MARKETS

Investors are hyper-focused on inflation, economic growth, and future Fed policy. Most assume the worst and think a financial tsunami will hit the US and global markets thanks to the quorum of US-based bank CEOs that have given the gloomy growth narrative their imprimatur. Anything less than that outcome is going to surprise a lot of folks.

The market turned from strong out of the gates to fader’s fancy, with growth stocks leading the fade as the velocity of the move in US yields was just too much for stocks to handle.

The US 10y yields broke through 3.03% to start ‘CPI week’ 3.03 being the highest level since May 11, the prior CPI release.

But more problematic for risk is the FOMC members will likely be unhappy to see a 5y5y break now back to 2.49%. Put another way; the market is pricing in higher inflation expectations ahead of this week’s US CPI; hence, the implication is the Fed will need to shift into a more aggressive rate hike mode.

The bond markets have a lot on their plate this week as traders will digest their first round of supply after the start of the Fed’s unwinding of its balance sheet with USD44 bn new 3y on Tuesday, 10y reopening for USD33 bn on Wednesday, and 30y reopening for USD19 bn on Thursday.

OIL 

While prices are supported by the higher-than-expected Aramco OSPs for July and the ongoing easing of Covid restrictions in China, however, the updraft was offset by rare positive news on the supply side as Libya’s largest oil field restarted over the weekend: the 300kb/d El Sharara field is producing at 180kb/d after being shut.

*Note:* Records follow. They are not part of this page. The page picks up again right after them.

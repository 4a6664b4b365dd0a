import { createPinia, setActivePinia, type Pinia } from 'pinia';
import { afterEach, beforeEach, describe, expect, it, vi } from 'vitest';
import { mount } from '@vue/test-utils';
import type { BoardSnapshot } from '../../../shared/board/types';
import { parseJobEvent } from '../../../shared/events/log';
import NotLiveCover from '../../../src/components/board/NotLiveCover.vue';
import { useBoardStore } from '../../../src/stores/board';
import { BLOCKED_WORDS, NOT_LIVE_WORDS } from '../../../src/words/board';
import { JOB_ID } from '../api-fakes';

/**
 * The one Socket.IO client, faked: a join answers the board's snapshot, a command answers what the
 * test says, and the test delivers what the server would send (ticks, `server:restarting`, a
 * dropped and restored connection).
 */
const fake = vi.hoisted(() => {
  type Handler = (payload?: unknown) => void;
  const handlers = new Map<string, Set<Handler>>();
  let snapshot: unknown = null;
  const commands: { commandId: string; type: string }[] = [];
  let answerCommand: (command: { commandId: string; type: string }) => unknown = () => ({ ok: false, error: { code: 'internal', message: 'unset' } });
  const socket = {
    connected: true,
    on(event: string, handler: Handler) {
      if (!handlers.has(event)) handlers.set(event, new Set());
      handlers.get(event)!.add(handler);
      return socket;
    },
    off(event: string, handler: Handler) {
      handlers.get(event)?.delete(handler);
      return socket;
    },
    emit() {
      return socket;
    },
    timeout() {
      return {
        emitWithAck: async (event: string, payload: { command?: { commandId: string; type: string } }) => {
          if (event === 'board:command') {
            commands.push(payload.command!);
            return answerCommand(payload.command!);
          }
          const { presence, ...board } = snapshot as { seq: number; presence: unknown[] };
          return { ok: true, mode: 'snapshot', board: JSON.stringify(board), presence, seq: board.seq };
        },
      };
    },
  };
  return {
    socket,
    commands,
    setSnapshot(next: unknown) {
      snapshot = next;
    },
    answerWith(fn: (command: { commandId: string; type: string }) => unknown) {
      answerCommand = fn;
    },
    deliver(event: string, payload?: unknown) {
      for (const handler of [...(handlers.get(event) ?? [])]) handler(payload);
    },
    reset() {
      handlers.clear();
      commands.length = 0;
    },
  };
});

vi.mock('../../../src/services/socket', async (importOriginal) => ({ ...(await importOriginal<object>()), connectSocket: () => fake.socket }));

function liveBoard(seq: number): BoardSnapshot {
  return {
    seq,
    job: { id: JOB_ID, name: 'Boom erection for the pump house', site: 'Riverside works', kind: 'erection', state: 'live', craneFleetNumber: 'CC-11', stop: null, lastResume: null, cancelReason: null },
    planVersion: 1,
    stages: [],
    crew: [],
    briefed: [],
    weather: null,
    windLimits: null,
    defects: [],
    presence: [],
  } as BoardSnapshot;
}

/** The server's answer to a recorded stop: the event, as the server sends it. */
function stopRecorded() {
  const at = new Date().toISOString();
  const event = parseJobEvent({ jobId: JOB_ID, seq: 6, type: 'job.stopped', at, by: { userId: 'u-rig', name: 'Rhea Vance', role: 'rigger' }, data: { reason: null, pressedAt: at, alreadyStopped: false } });
  return { ok: true, seq: 6, event };
}

const restartingRefusal = { ok: false, error: { code: 'server_restarting', message: 'The server is restarting: this was not recorded.' } };
const flush = () => new Promise((resolve) => setTimeout(resolve, 0));

describe('the board when the server restarts', () => {
  let pinia: Pinia;
  beforeEach(() => {
    pinia = createPinia();
    setActivePinia(pinia);
    fake.reset();
    fake.setSnapshot(liveBoard(5));
    localStorage.clear();
  });
  afterEach(() => {
    useBoardStore().close();
    vi.restoreAllMocks();
  });

  it('goes not live at the notice, says "server restarting" rather than a connection problem, and comes back by itself', async () => {
    const board = useBoardStore();
    await board.open(JOB_ID);
    expect(board.live).toBe(true);
    expect(board.blockReason('weather.record')).toBe('');

    fake.deliver('server:restarting', { at: new Date().toISOString() });
    // At once, without waiting for the ticks to be missed: the server takes no command now.
    expect(board.live).toBe(false);
    expect(board.restartingSince).not.toBeNull();
    expect(board.blockReason('weather.record')).toBe(BLOCKED_WORDS.restarting);
    expect(BLOCKED_WORDS.restarting).not.toBe(BLOCKED_WORDS.notLive);

    // The cover over the board names the restart, and still says not to rely on the board.
    const cover = mount(NotLiveCover, { props: { lastSyncAt: Date.now(), fleetNumber: 'CC-11', jobName: 'Boom erection' }, global: { plugins: [pinia], stubs: { 'q-spinner': true } } });
    expect(cover.get('[data-testid="not-live-title"]').text()).toBe(NOT_LIVE_WORDS.restartingTitle);
    expect(cover.text()).toContain(NOT_LIVE_WORDS.stale);
    expect(cover.text()).toContain(NOT_LIVE_WORDS.restarting);

    // The connection drops and returns (the server is back): the store rejoins and is live again.
    fake.deliver('disconnect', 'transport close');
    expect(board.live).toBe(false);
    fake.setSnapshot(liveBoard(7));
    fake.deliver('connect');
    await flush();
    expect(board.live).toBe(true);
    expect(board.board?.seq).toBe(7);
    expect(board.restartingSince).toBeNull();
    expect(board.blockReason('weather.record')).toBe('');
    await cover.vm.$nextTick();
    expect(cover.get('[data-testid="not-live-title"]').text()).toBe(NOT_LIVE_WORDS.title);
    cover.unmount();
  });

  it('takes a server_restarting refusal for the notice, when the refusal comes first', async () => {
    const board = useBoardStore();
    await board.open(JOB_ID);
    fake.answerWith(() => restartingRefusal);
    const answer = await board.send({ type: 'weather.record', meanMs: 3, gustMs: 5, heightM: 10 });
    expect(answer).toMatchObject({ ok: false, error: { code: 'server_restarting' } });
    expect(board.live).toBe(false);
    expect(board.blockReason('weather.record')).toBe(BLOCKED_WORDS.restarting);
  });

  it('keeps a stop the restarting server refused and sends it again, with the same id, once the board is live', async () => {
    const board = useBoardStore();
    await board.open(JOB_ID);
    fake.answerWith(() => restartingRefusal);
    // null: kept, as a stop pressed while offline is (the stop control shows it queued).
    expect(await board.stop()).toBeNull();
    expect(board.queuedStop).not.toBeNull();
    const firstId = fake.commands[0]!.commandId;
    expect(board.queuedStop?.commandId).toBe(firstId);
    expect(JSON.parse(localStorage.getItem('holdline.queuedStop')!)).toMatchObject({ commandId: firstId, jobId: JOB_ID });

    fake.deliver('disconnect', 'transport close');
    fake.answerWith(stopRecorded);
    fake.deliver('connect');
    await flush();
    await flush();
    expect(fake.commands.map((c) => [c.type, c.commandId])).toEqual([
      ['job.stop', firstId],
      ['job.stop', firstId],
    ]);
    expect(board.queuedStop).toBeNull();
    expect(localStorage.getItem('holdline.queuedStop')).toBeNull();
  });

  it('keeps a stop the server could not write and tries it again every few seconds while the board stays live', async () => {
    const board = useBoardStore();
    await board.open(JOB_ID);
    fake.answerWith(() => ({ ok: false, error: { code: 'storage_busy', message: 'The database is busy with another task: nothing was recorded.' } }));
    expect(await board.stop()).toBeNull();
    // Nothing moved on the board: it waits for the server's event, which did not come.
    expect(board.live).toBe(true);
    expect(board.board?.seq).toBe(5);
    expect(board.stopped).toBe(false);
    const firstId = fake.commands[0]!.commandId;

    // A tick within the retry gap sends nothing; one after it sends the same stop again.
    const start = Date.now();
    const clock = vi.spyOn(Date, 'now').mockReturnValue(start + 1000);
    fake.deliver('board:tick', { jobId: JOB_ID, seq: 5 });
    await flush();
    expect(fake.commands).toHaveLength(1);
    fake.answerWith(stopRecorded);
    clock.mockReturnValue(start + 6000);
    fake.deliver('board:tick', { jobId: JOB_ID, seq: 5 });
    await flush();
    expect(fake.commands.map((c) => c.commandId)).toEqual([firstId, firstId]);
    expect(board.queuedStop).toBeNull();
  });

  it('lets a stop refused for a rule of the board go, as before (it was answered, not lost)', async () => {
    const board = useBoardStore();
    await board.open(JOB_ID);
    fake.answerWith(() => ({ ok: false, error: { code: 'job_closed', message: 'The job is complete.' } }));
    expect(await board.stop()).toMatchObject({ ok: false, error: { code: 'job_closed' } });
    expect(board.queuedStop).toBeNull();
  });

  it('keeps a stop refused for this device’s stop rate (the server takes 3 stops at once, then one a second) and sends it again', async () => {
    const board = useBoardStore();
    await board.open(JOB_ID);
    fake.answerWith(() => ({ ok: false, error: { code: 'too_many_commands', message: 'Stop was sent more than 3 times within a few seconds from this device; the earlier presses are recorded. Wait a second and press stop again if the job is not shown as stopped; the refused presses were not recorded.' } }));
    expect(await board.stop()).toBeNull();
    const firstId = fake.commands[0]!.commandId;
    expect(board.queuedStop).toMatchObject({ commandId: firstId });
    // The next tick after the retry gap sends the same stop again; recorded, it is no longer kept.
    fake.answerWith(stopRecorded);
    const clock = vi.spyOn(Date, 'now').mockReturnValue(Date.now() + 6000);
    fake.deliver('board:tick', { jobId: JOB_ID, seq: 5 });
    await flush();
    clock.mockRestore();
    expect(fake.commands.map((c) => [c.type, c.commandId])).toEqual([
      ['job.stop', firstId],
      ['job.stop', firstId],
    ]);
    expect(board.queuedStop).toBeNull();
  });
});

There is also some anecdotal scuttlebutt making the rounds that the US will sanction Iran barrels back to market despite the widow to return the JCPOA shrinking.

Finally, OPEC can only deliver lower oil prices by relaxing the quotas imposed on individual OPEC+ participants. Only then can the group achieve an actual increase in production. The UAE and possibly Iraq and Kuwait have enough spare capacity to offset production issues elsewhere within OPEC+, at least temporarily. Still, while the new increased monthly targets continue to be driven by proportional contributions from all participants (including Russia), it is unrealistic to expect an increase close to the headline figure.